2006-05-01 06:21:10

by Marcelo Tosatti

[permalink] [raw]
Subject: Re: O_DIRECT, ext3fs, kernel 2.4.32... again

Hi Raul,

On Thu, Apr 27, 2006 at 08:32:49AM +0200, DervishD wrote:
> Hi all :)
>
> I don't know if the patch to backport O_DIRECT support for ext3
> under kernel 2.4.3x was finally accepted or not, but I'm having what
> I consider inconsistent behaviour due to O_DIRECT under ext3fs and
> kernel 2.4.32.
>
> I can understand that ext3 doesn't support O_DIRECT, and that's
> not a problem for me. In fact, if an app really needs O_DIRECT and
> the underlying filesystem doesn't support it, the app should fail, no
> more and no less.

On v2.4, nope it doesnt.

> The problem I'm having is with dvd+rw-tools. Apart from all the
> problems regarding DVD writing, I have another problem: the open64
> call with the O_DIRECT flag succeeds, but any subsequent read
> operation fails. IMHO, if the filesystem is going to return EINVAL
> for any read/write operation over an O_DIRECT'ed filehandle, it
> should return an error when opening, too.
>
> The growisofs program tries to open a file using O_DIRECT and the
> call succeeds, so it tries to read from that filehandle and the
> result is always EINVAL.
>
> I've tried a test program, just in case the problem was memory
> alignment of the buffer, but nothing is solved (I used posix_memalign
> and some recipe I found in this list, using the st_blksize and the
> st_size of the file). The problem seems to be in the O_DIRECT flag,
> because removing it from the open call makes all work.
>
> Shouldn't ext3fs return an error when the O_DIRECT flag is used
> in the open call? Is the open call userspace only and thus only libc
> can return such error? Am I misunderstanding the entire issue and
> this is a perfectly legal behaviour (allowing the open, failing in
> the read operation)?

Your interpretation is correct. It would be nicer for open() to fail on
fs'es which don't support O_DIRECT, but v2.4 makes such check later at
read/write unfortunately ;(

And its too late for changing that IMO...


2006-05-01 11:23:06

by DervishD

[permalink] [raw]
Subject: Re: O_DIRECT, ext3fs, kernel 2.4.32... again

Hi Marcelo :)

* Marcelo Tosatti <[email protected]> dixit:
> > Shouldn't ext3fs return an error when the O_DIRECT flag is
> > used in the open call? Is the open call userspace only and thus
> > only libc can return such error? Am I misunderstanding the entire
> > issue and this is a perfectly legal behaviour (allowing the open,
> > failing in the read operation)?
>
> Your interpretation is correct. It would be nicer for open() to
> fail on fs'es which don't support O_DIRECT, but v2.4 makes such
> check later at read/write unfortunately ;(

Oops :(

> And its too late for changing that IMO...

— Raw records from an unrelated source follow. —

import numpy as np
import schedula as sh
from formulas.functions import Array, replace_empty, wrap_ranges_func
from formulas.parser import Parser
from formulas.ranges import Ranges
from formulas.tokens.operand import Number, Range, XlError

from udfs.sheet.error_values import SheetError
from udfs.xlsx.refs import col_index, col_letters

from .aggregates import aggregate_for
from .batch import Batch, schedule
from .chain import BAIL, Chain, compile_chain
from .functions import SheetFunctionAdapter, from_engine
from .scalar_ops import shortcut_for

__all__ = ["FastPlan", "FastRunError", "Key", "NotCoveredError"]

INTERNAL_BOOK = "BOOK.XLSX"
MAX_RANGE_CELLS = 200_000  # a reference larger than this is left to the full engine
Key = tuple[str, int, int]  # (SHEET NAME UPPER CASE, row, column)

_EMPTY = sh.EMPTY
_DIGITS = frozenset("0123456789.")
_NONE = sh.NONE
_VALUE_FUNCTION_CODE = wrap_ranges_func(lambda: None).__code__
_PARSER = Parser(True)
_REF = re.compile(
    r"\"(?:[^\"]|\"\")*\"|'(?:[^']|'')*'"  # strings and quoted sheet names: kept as they are
    r"|(?<![\w.$])(\$?)([A-Za-z]{1,3})(\$?)([0-9]{1,7})(?![\w.(!])"
    # a number as the engine's Number token reads it (TRUE/FALSE are not abstracted)
    r"|(?<![\w.$])((?:[0-9]+(?:\.[0-9]+)?|\.[0-9]+)(?:[Ee][+-][0-9]+)?)(?![A-Za-z0-9.]|\s*:)"
)


class NotCoveredError(Exception):
    """The workbook uses something the lean evaluator does not reproduce exactly."""


class FastRunError(Exception):
    """A function raised (or gave no value) while running: use the full engine."""
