def _build_cost(wb: Workbook, ins: _Inputs, inputs: str) -> _Cost:
    ws = wb.create_sheet("Cost")
    widths = {"A": 2.5, "B": 34.0, "C": 22.0, "D": 12.0, "E": 12.0, "F": 14.0, "G": 13.0,
              "H": 15.0, "I": 15.0, "J": 15.0, "K": 12.0}
    for k in range(len(INDEX_NAMES) + 5):
        widths.setdefault(_col(12 + k), 11.0)
    w = SheetWriter(wb, ws, Columns(label="B", value="C", unit="D", note="E"), widths)
    w.title("Cost: from the bill of materials to the full cost per kWh",
            "Materials at the price book's prices (indexes and contract as on Inputs), then the "
            "plant: scrap, scrap credit, depreciation, labour, energy, overhead, margin.")
    w.caution(COST_CAUTION, span=9, height=30.0)
    w.value("Price book", "=out_book_label", "", kind="lookup")

    # ---- key results (filled in below, once the lines exist)
    w.section("Key results")
    key_first = w.row
    w.row += 9

    # ---- the waterfall
    w.section("Waterfall, USD per kWh of good cells")
    w.band(["Line", "USD/kWh", "", "How it is found", "", "", "base", "adds", "takes off"])
    wf_first = w.row
    w.row += len(_WATERFALL) + 1

    # ---- the priced lines
    w.section("Bill of materials, priced (net quantities per cell and per kWh)")
    lines = _priced_lines(wb, ws, w.row, inputs, ins, "cost")
    w.row = lines.last + 3

    # factors of the sensitivities
    _, k_asm, k_el = _factors(_PlantTerms())
    fe = w.value("Materials factor, electrode parts",
                 f"={k_el}-in_scrap_credit*({k_el}-1)", "x",
                 "scrap through every step, less the credit", number_format="0.0000")
    fo = w.value("Materials factor, other parts", f"={k_asm}-in_scrap_credit*({k_asm}-1)", "x",
                 "scrap through assembly and formation, less the credit",
                 number_format="0.0000")

    # waterfall rows (now that the sums exist)
    plant = _write_plant(ws, "C", wf_first, str(lines.electrode_sum), str(lines.other_sum))
    notes = {
        "materials in cells": "purchase value of the bill of materials in good cells",
        "scrap": "material scrapped in electrode making, assembly and formation",
        "scrap credit": "share of the scrapped value recovered",
        "depreciation": "capital per annual GWh / (years x 1,000,000)",
        "labour": "headcount x cost per person / (annual GWh x 1,000,000)",
        "energy": "energy price x kWh per kWh of cells, per step",
        "overhead": "share of depreciation + labour + energy",
        "margin": "share of all lines above",
    }
    for k, line in enumerate(_WATERFALL):
        r = wf_first + k
        style(ws[f"B{r}"], "text").value = line[0].upper() + line[1:]
        style(ws[f"E{r}"], "hint").value = notes[line]
        prev = f"SUM($C${wf_first}:C{r - 1})" if k else "0"
        style(ws[f"H{r}"], "calc", "#,##0.00").value = f"=MIN({prev},{prev}+C{r})"
        style(ws[f"I{r}"], "calc", "#,##0.00").value = f"=MAX(C{r},0)"
        style(ws[f"J{r}"], "calc", "#,##0.00").value = f"=MAX(-C{r},0)"
    total = wf_first + len(_WATERFALL)
    style(ws[f"B{total}"], "text").value = "Full cost"
    style(ws[f"E{total}"], "hint").value = _BOOK_NOTE
    style(ws[f"H{total}"], "calc", "#,##0.00").value = 0
    style(ws[f"I{total}"], "calc", "#,##0.00").value = f"=C{total}"
    style(ws[f"J{total}"], "calc", "#,##0.00").value = 0
    _waterfall_chart(ws, wf_first, total, f"L{wf_first - 2}")

    # key results
    w.row = key_first
    rows = (
        ("Full cost per kWh of good cells", f"={plant['full'].local}", "USD/kWh",
         "out_full_USD_kWh", "result", "#,##0.00"),
        ("Full cost per cell", f"={plant['full'].local}*{lines.energy.local}/1000", "USD/cell",
         "out_full_USD_cell", "result", "#,##0.00"),
        ("Full cost per Ah", f"=C{key_first + 1}/{lines.capacity.local}", "USD/Ah",
         "out_full_USD_Ah", "result", "#,##0.000"),
        ("Materials (in cells, scrap, credit)",
         f"=SUM({plant['materials in cells'].local}:{plant['scrap credit'].local})", "USD/kWh",
         "out_materials_USD_kWh", "calc", "#,##0.00"),
        ("Conversion (depreciation, labour, energy, overhead)",
         f"=SUM({plant['depreciation'].local}:{plant['overhead'].local})", "USD/kWh",
         "out_conversion_USD_kWh", "calc", "#,##0.00"),
        ("Energy per cell", f"={lines.energy.local}", "Wh", "out_energy_Wh", "lookup",
         "#,##0.00"),
        ("Capacity per cell", f"={lines.capacity.local}", "Ah", "out_capacity_Ah", "lookup",
         "#,##0.00"),
        ("Good cells per year", f"=in_annual_output_GWh*1000000000/{lines.energy.local}",
         "cells/yr", "out_cells_per_year", "calc", "#,##0"),
    )
    for label, formula, unit, name, kind, fmt in rows:
        note = _BOOK_NOTE if "USD" in unit else ""
        w.value(label, formula, unit, note, kind, fmt, name)  # type: ignore[arg-type]

    # ---- sensitivities to the indexes
    w.row = fo.row + 2
    w.section("Sensitivity to each index: USD per kWh for a rise of 1,000 USD/t")
    w.band(["Index", "USD/kWh per 1,000 USD/t", "", "Note"])
    sens_first = w.row
    for name, c in lines.grid.items():
        r = w.row
        style(ws[f"B{r}"], "text").value = name
        style(ws[f"C{r}"], "calc", "0.000").value = (
            f"=(SUMPRODUCT(K{lines.first}:K{lines.last},{c}{lines.first}:{c}{lines.last},"
            f"D{lines.first}:D{lines.last})*{fe.local}+(SUMPRODUCT(K{lines.first}:K{lines.last},"
            f"{c}{lines.first}:{c}{lines.last})-SUMPRODUCT(K{lines.first}:K{lines.last},"
            f"{c}{lines.first}:{c}{lines.last},D{lines.first}:D{lines.last}))*{fo.local})"
            f"*(1+in_margin_fraction)")
        style(ws[f"E{r}"], "hint").value = _BOOK_NOTE
        w.row += 1
    add_name(wb, "cost_sensitivity", ws, f"$C${sens_first}:$C${w.row - 1}")
    finish_sheet(ws, landscape=True)
    return _Cost(lines, plant, fe, fo)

Probably. Anyway, since an userspace app shouldn't bother about
which underlying filesystem a file is under, ext3 should:

- fail in the open() call: OK, it's too late for that.
- don't check while in read()/write(): I'm not sure about this.

The problem I see is that I can't tell if (given that probably
the bug cannot be fixed right now) it's better to let the userspace
app believe that O_DIRECT is honored but silently ignore it, or let
the userspace believe that O_DIRECT was honored in the open() call
and make all subsequent calls to read()/write() fail.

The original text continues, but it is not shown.